AIM OF THE TASK
Please output exactly the part of the records below that opens with the line containing "public int QuietPeriods" and closes with the line containing "public DateTime? BaselineCreatedAt", both lines included, and nothing else.

Stored items:
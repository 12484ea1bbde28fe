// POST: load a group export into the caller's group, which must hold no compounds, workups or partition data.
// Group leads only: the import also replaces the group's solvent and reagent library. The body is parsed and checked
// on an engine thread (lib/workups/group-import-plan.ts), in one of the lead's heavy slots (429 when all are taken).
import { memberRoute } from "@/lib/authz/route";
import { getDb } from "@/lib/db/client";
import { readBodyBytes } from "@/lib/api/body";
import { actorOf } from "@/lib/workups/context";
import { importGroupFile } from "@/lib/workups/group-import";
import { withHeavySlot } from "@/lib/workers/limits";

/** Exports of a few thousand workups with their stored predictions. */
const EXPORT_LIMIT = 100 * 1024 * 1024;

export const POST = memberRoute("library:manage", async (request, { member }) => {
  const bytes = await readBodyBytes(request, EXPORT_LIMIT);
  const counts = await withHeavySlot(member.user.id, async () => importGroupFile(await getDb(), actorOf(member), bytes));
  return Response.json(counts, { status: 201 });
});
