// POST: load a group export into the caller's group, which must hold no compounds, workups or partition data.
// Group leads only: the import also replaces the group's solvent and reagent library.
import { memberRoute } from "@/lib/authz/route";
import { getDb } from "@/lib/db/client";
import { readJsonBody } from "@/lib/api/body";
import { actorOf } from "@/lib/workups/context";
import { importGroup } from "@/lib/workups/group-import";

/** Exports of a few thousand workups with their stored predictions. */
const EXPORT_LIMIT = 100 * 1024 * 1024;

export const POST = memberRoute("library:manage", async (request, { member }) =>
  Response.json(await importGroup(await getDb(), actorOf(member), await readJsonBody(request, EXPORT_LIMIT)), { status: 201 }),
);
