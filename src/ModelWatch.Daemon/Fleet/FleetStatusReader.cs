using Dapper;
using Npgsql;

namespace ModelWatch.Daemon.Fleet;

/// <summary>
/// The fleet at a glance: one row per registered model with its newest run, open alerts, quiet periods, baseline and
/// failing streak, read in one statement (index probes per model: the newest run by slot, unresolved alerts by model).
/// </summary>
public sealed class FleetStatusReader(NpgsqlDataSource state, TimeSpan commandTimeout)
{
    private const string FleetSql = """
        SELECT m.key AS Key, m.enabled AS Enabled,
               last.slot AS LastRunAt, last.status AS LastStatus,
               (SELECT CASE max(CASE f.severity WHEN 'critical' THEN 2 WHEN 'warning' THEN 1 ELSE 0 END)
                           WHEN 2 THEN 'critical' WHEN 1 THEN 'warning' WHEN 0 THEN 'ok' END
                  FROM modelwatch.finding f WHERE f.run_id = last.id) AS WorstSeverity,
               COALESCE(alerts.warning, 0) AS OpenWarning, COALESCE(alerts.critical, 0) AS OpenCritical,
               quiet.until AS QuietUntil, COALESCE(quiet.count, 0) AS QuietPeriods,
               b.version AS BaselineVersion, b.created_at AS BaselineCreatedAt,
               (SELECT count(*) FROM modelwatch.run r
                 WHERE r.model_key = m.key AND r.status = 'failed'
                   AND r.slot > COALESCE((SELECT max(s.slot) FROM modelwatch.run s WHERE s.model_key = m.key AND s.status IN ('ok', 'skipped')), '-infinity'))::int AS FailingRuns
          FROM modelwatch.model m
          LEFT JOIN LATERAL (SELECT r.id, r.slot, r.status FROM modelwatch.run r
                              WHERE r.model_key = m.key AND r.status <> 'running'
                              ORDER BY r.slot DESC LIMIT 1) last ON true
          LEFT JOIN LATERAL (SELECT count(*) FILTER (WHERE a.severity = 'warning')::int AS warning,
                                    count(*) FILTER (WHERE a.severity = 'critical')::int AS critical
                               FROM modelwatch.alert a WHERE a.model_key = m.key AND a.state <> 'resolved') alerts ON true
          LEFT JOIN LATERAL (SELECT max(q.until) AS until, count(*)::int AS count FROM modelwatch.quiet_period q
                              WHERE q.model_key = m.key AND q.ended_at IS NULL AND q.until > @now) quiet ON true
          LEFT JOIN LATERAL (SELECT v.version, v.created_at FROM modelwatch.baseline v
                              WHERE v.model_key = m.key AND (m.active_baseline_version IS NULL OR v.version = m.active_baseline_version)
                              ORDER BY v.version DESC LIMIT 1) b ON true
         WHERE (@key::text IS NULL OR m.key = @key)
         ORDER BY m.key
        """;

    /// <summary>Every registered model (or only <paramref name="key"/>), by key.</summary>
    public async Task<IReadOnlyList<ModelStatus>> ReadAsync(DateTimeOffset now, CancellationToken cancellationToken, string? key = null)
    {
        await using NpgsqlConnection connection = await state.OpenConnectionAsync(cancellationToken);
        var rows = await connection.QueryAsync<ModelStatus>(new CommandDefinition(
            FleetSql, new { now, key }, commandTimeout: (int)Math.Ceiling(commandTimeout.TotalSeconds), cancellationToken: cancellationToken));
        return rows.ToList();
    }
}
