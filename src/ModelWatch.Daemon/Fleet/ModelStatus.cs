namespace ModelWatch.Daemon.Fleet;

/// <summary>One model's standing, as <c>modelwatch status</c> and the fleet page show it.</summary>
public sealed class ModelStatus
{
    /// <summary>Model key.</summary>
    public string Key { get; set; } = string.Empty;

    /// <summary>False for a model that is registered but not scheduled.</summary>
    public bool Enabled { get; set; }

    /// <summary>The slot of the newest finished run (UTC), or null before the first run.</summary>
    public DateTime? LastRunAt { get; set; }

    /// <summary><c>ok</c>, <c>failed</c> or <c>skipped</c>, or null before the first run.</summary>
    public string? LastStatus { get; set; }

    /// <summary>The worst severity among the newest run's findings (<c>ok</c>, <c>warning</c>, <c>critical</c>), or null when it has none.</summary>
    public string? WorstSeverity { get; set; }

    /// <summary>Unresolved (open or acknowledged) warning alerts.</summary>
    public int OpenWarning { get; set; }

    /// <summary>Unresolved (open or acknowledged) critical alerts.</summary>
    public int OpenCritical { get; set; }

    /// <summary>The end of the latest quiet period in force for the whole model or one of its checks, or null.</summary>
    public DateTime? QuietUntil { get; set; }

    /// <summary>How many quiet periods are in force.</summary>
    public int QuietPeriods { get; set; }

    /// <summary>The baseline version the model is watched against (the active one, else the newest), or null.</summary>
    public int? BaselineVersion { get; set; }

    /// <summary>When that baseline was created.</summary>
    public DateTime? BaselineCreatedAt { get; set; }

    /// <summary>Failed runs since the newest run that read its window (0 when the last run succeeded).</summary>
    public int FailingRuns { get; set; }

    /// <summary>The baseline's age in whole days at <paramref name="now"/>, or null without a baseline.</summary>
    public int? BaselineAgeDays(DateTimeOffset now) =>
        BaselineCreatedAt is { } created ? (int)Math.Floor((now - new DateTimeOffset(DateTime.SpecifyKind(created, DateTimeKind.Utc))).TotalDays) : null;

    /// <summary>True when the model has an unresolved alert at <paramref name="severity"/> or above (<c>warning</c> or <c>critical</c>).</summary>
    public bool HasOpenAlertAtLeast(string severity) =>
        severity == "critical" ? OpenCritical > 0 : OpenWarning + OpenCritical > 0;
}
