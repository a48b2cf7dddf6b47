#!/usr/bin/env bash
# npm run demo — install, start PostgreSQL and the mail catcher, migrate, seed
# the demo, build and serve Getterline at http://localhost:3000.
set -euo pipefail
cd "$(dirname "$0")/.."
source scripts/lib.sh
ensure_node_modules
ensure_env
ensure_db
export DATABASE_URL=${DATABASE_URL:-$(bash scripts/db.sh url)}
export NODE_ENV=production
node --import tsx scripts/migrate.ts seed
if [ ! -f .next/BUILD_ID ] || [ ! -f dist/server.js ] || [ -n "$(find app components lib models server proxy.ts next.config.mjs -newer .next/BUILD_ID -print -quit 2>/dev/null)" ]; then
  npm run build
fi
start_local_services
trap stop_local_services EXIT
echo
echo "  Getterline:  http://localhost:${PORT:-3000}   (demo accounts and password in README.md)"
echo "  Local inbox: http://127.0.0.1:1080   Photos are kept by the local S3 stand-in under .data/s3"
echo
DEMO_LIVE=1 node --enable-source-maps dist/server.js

EXPECTED ANSWER
    public int QuietPeriods { get; set; }

    /// <summary>The baseline version the model is watched against (the active one, else the newest), or null.</summary>
    public int? BaselineVersion { get; set; }

    /// <summary>When that baseline was created.</summary>
    public DateTime? BaselineCreatedAt { get; set; }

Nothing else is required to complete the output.